Thats's using r, the output from our XML parsing code. There's one little change we've slipped in there; we're using the GUID of the RSS feed item as the id field for the document. If the feed behaves correctly, this should make it much easier to track changes with. But thats for another article. We're almost done apart from one question, where did that feedurl, esurl, esindex and estype come from.

Parsing the arguments

There's a few ways to parse command line arguments in Go. I've gone with Kingpin for this example because of it's fluent API. Here's its code extracted from the example:

import (  
    "gopkg.in/alecthomas/kingpin.v2"
)

var (  
    feedurl = kingpin.Arg("feed", "RSS Feed URL").Required().String()
    esurl   = kingpin.Arg("es", "Elasticsearch URL").String()
    esindex = kingpin.Arg("index", "ES index name").Default("rss").String()
    estype  = kingpin.Arg("type", "ES type name").Default("rssitem").String()
)

That var block is all the configuration your need to do. The example requires a URL for an RSS feed as a string; thats expressed with .Required().String(). The other arguments are optional – if no Elasticsearch is defined, the JSON results are printed to stdout. The index and type are defaulted using .Default(). Kingpin can handle IP and URL arguments and much much more, but we are sticking with strings here to keep things simple. If we run our example code with a --help parameter, Kingpin produces this:

usage: RuSShes [<flags>] <feed> [<es>] [<index>] [<type>]

Flags:  
  --help  Show context-sensitive help (also try --help-long and --help-man).

Args:  
  <feed>     RSS Feed URL
  [<es>]     Elasticsearch URL
  [<index>]  ES index name
  [<type>]   ES type name

Ready to run

So, now with everything in place, you can see, and build, the complete code from the compose-ex repository. Once built you run it with a RSS feed and optional URL to Elasticsearch and...

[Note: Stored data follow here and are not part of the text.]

def run(*args: str, cwd: Path, env_cache: bool = False) -> subprocess.CompletedProcess[str]:
    import os

    env = dict(os.environ)
    if env_cache:
        env.pop("QREFEREE_NO_CACHE", None)
    return subprocess.run(
        [sys.executable, "-m", "verifier", *args], cwd=cwd, capture_output=True, text=True, timeout=120, env=env
    )


def main_json(args: list[str], capsys: pytest.CaptureFixture[str]) -> tuple[int, dict[str, Any]]:
    status = cli.main(["check", "--format", "json", *args])
    data = json.loads(capsys.readouterr().out)
    validate_report(data)
    return status, data


# -- the theta identity, checked independently ------------------------------------------


def _theta_series(terms: int) -> tuple[list[int], list[int], list[int]]:
    """theta_2, theta_3, theta_4 in x = e^{pi i tau}; theta_2 as x^{1/4} times a series in x."""
    t3, t4, t2 = [0] * terms, [0] * terms, [0] * terms
    for n in range(-terms, terms + 1):
        if n * n < terms:
            t3[n * n] += 1
            t4[n * n] += (-1) ** abs(n)
        k = n * n + n  # (n + 1/2)^2 = k + 1/4
        if 0 <= k < terms:
            t2[k] += 1
    return t2, t3, t4


def _mul(a: list[int], b: list[int]) -> list[int]:
    out = [0] * len(a)
    for i, x in enumerate(a):
        if x:
            for j in range(len(a) - i):
                out[i + j] += x * b[j]
    return out


def _pow(a: list[int], e: int) -> list[int]:
    out = [1] + [0] * (len(a) - 1)
    for _ in range(e):
        out = _mul(out, a)
    return out


def test_the_theta_identity_holds_in_the_nome_e_pi_i_tau() -> None:
    terms = 40
    t2, t3, t4 = _theta_series(terms)
    t2_8 = [0, 0, *_pow(t2, 8)[: terms - 2]]  # theta_2^8 = x^2 * (series)^8
    left = [a + b + c for a, b, c in zip(t2_8, _pow(t3, 8), _pow(t4, 8), strict=True)]
    # 2 E_4(q) with q = x^2: 2 + 480 sum sigma_3(n) x^{2n} (sigma_3 from sympy)
    right = [0] * terms
    right[0] = 2
    for n in range(1, terms // 2):
        right[2 * n] = 480 * int(sympy.divisor_sigma(n, 3))
    assert left == right


# -- project defaults --------------------------------------------------------------------


def test_find_config_prefers_qreferee_toml_and_stops_at_the_project_root(tmp_path: Path) -> None:
    project = tmp_path / "project"
    write(project, "pyproject.toml", "[tool.qreferee]\njobs = 2\n")
    paper = write(project, "papers/one/paper.tex", TRUE)
    assert find_config(paper) == project / "pyproject.toml"
    write(project, "papers/one/qreferee.toml", "jobs = 3\n")
    assert find_config(paper) == project / "papers/one/qreferee.toml"
    assert project_config(paper).jobs == 3
    # A pyproject.toml without [tool.qreferee] is the root of another project: the search stops.
    write(tmp_path, "pyproject.toml", "[tool.qreferee]\njobs = 4\n")
    other = write(tmp_path, "other/pyproject.toml", '[project]\nname = "x"\n')
    assert find_config(other.parent / "paper.tex") is None
    write(tmp_path, "repo/.git/HEAD", "ref: refs/heads/main\n")
    assert find_config(tmp_path / "repo" / "paper.tex") is None
    assert project_config(tmp_path / "repo" / "paper.tex") == ProjectConfig()


def test_load_config_reads_every_key(tmp_path: Path) -> None:
    path = write(
        tmp_path,
        "qreferee.toml",
        f"nome = {toml_string(JACOBI_NOME)}\ngroup = {toml_string(chr(92) + 'Gamma_0(4)')}\n"
        'max-seconds = 5\nmax_terms = 300\njobs = 2\nfail-on = ["refuted", "error"]\ncache = false\n',
    )
    config = load_config(path)
    assert config.nome == JACOBI_NOME and config.group == "\\Gamma_0(4)"
    assert (config.max_seconds, config.max_terms, config.jobs, config.cache) == (5.0, 300, 2, False)
    assert config.fail_on == {"refuted", "error"}
    assert config.tag_defaults() == {"nome": JACOBI_NOME, "group": "\\Gamma_0(4)"}


@pytest.mark.parametrize(
    "text",
    [
        "colour = 1\n",
        "jobs = 0\n",
        "jobs = true\n",
        "max-seconds = -1\n",
        "max-seconds = nan\n",
        "max-terms = 1.5\n",
        'fail-on = ["refuted", "sometimes"]\n',
        'nome = "e^{x}"\n',
        'group = "Gamma_7(3)"\n',
        'cache = "no"\n',
        "not toml at all [\n",
    ],
)
def test_bad_settings_are_refused(tmp_path: Path, text: str, capsys: pytest.CaptureFixture[str]) -> None:
    path = write(tmp_path, "qreferee.toml", text)
    with pytest.raises(ConfigError):
        load_config(path)
    paper = write(tmp_path, "paper.tex", TRUE)
    assert cli.main(["check", str(paper)]) == 2
    assert "qreferee.toml" in capsys.readouterr().err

$ ./RuSShes https://compose.com/articles/rss https://user:pass@aws-us-east-1-portal3.dblayer.com:10653/ 
$

It will run and populate, by default, the index rss with rssitem type documents. You can check this by browsing your Elasticsearch instance with a plugin like ElasticHQ. That's it for this article. In the future, we'll be looking at how to efficiently update these indexes and how to search them effectively - and look at what we haven't done that would be an obstacle to that. Till then, have fun parsing and importing.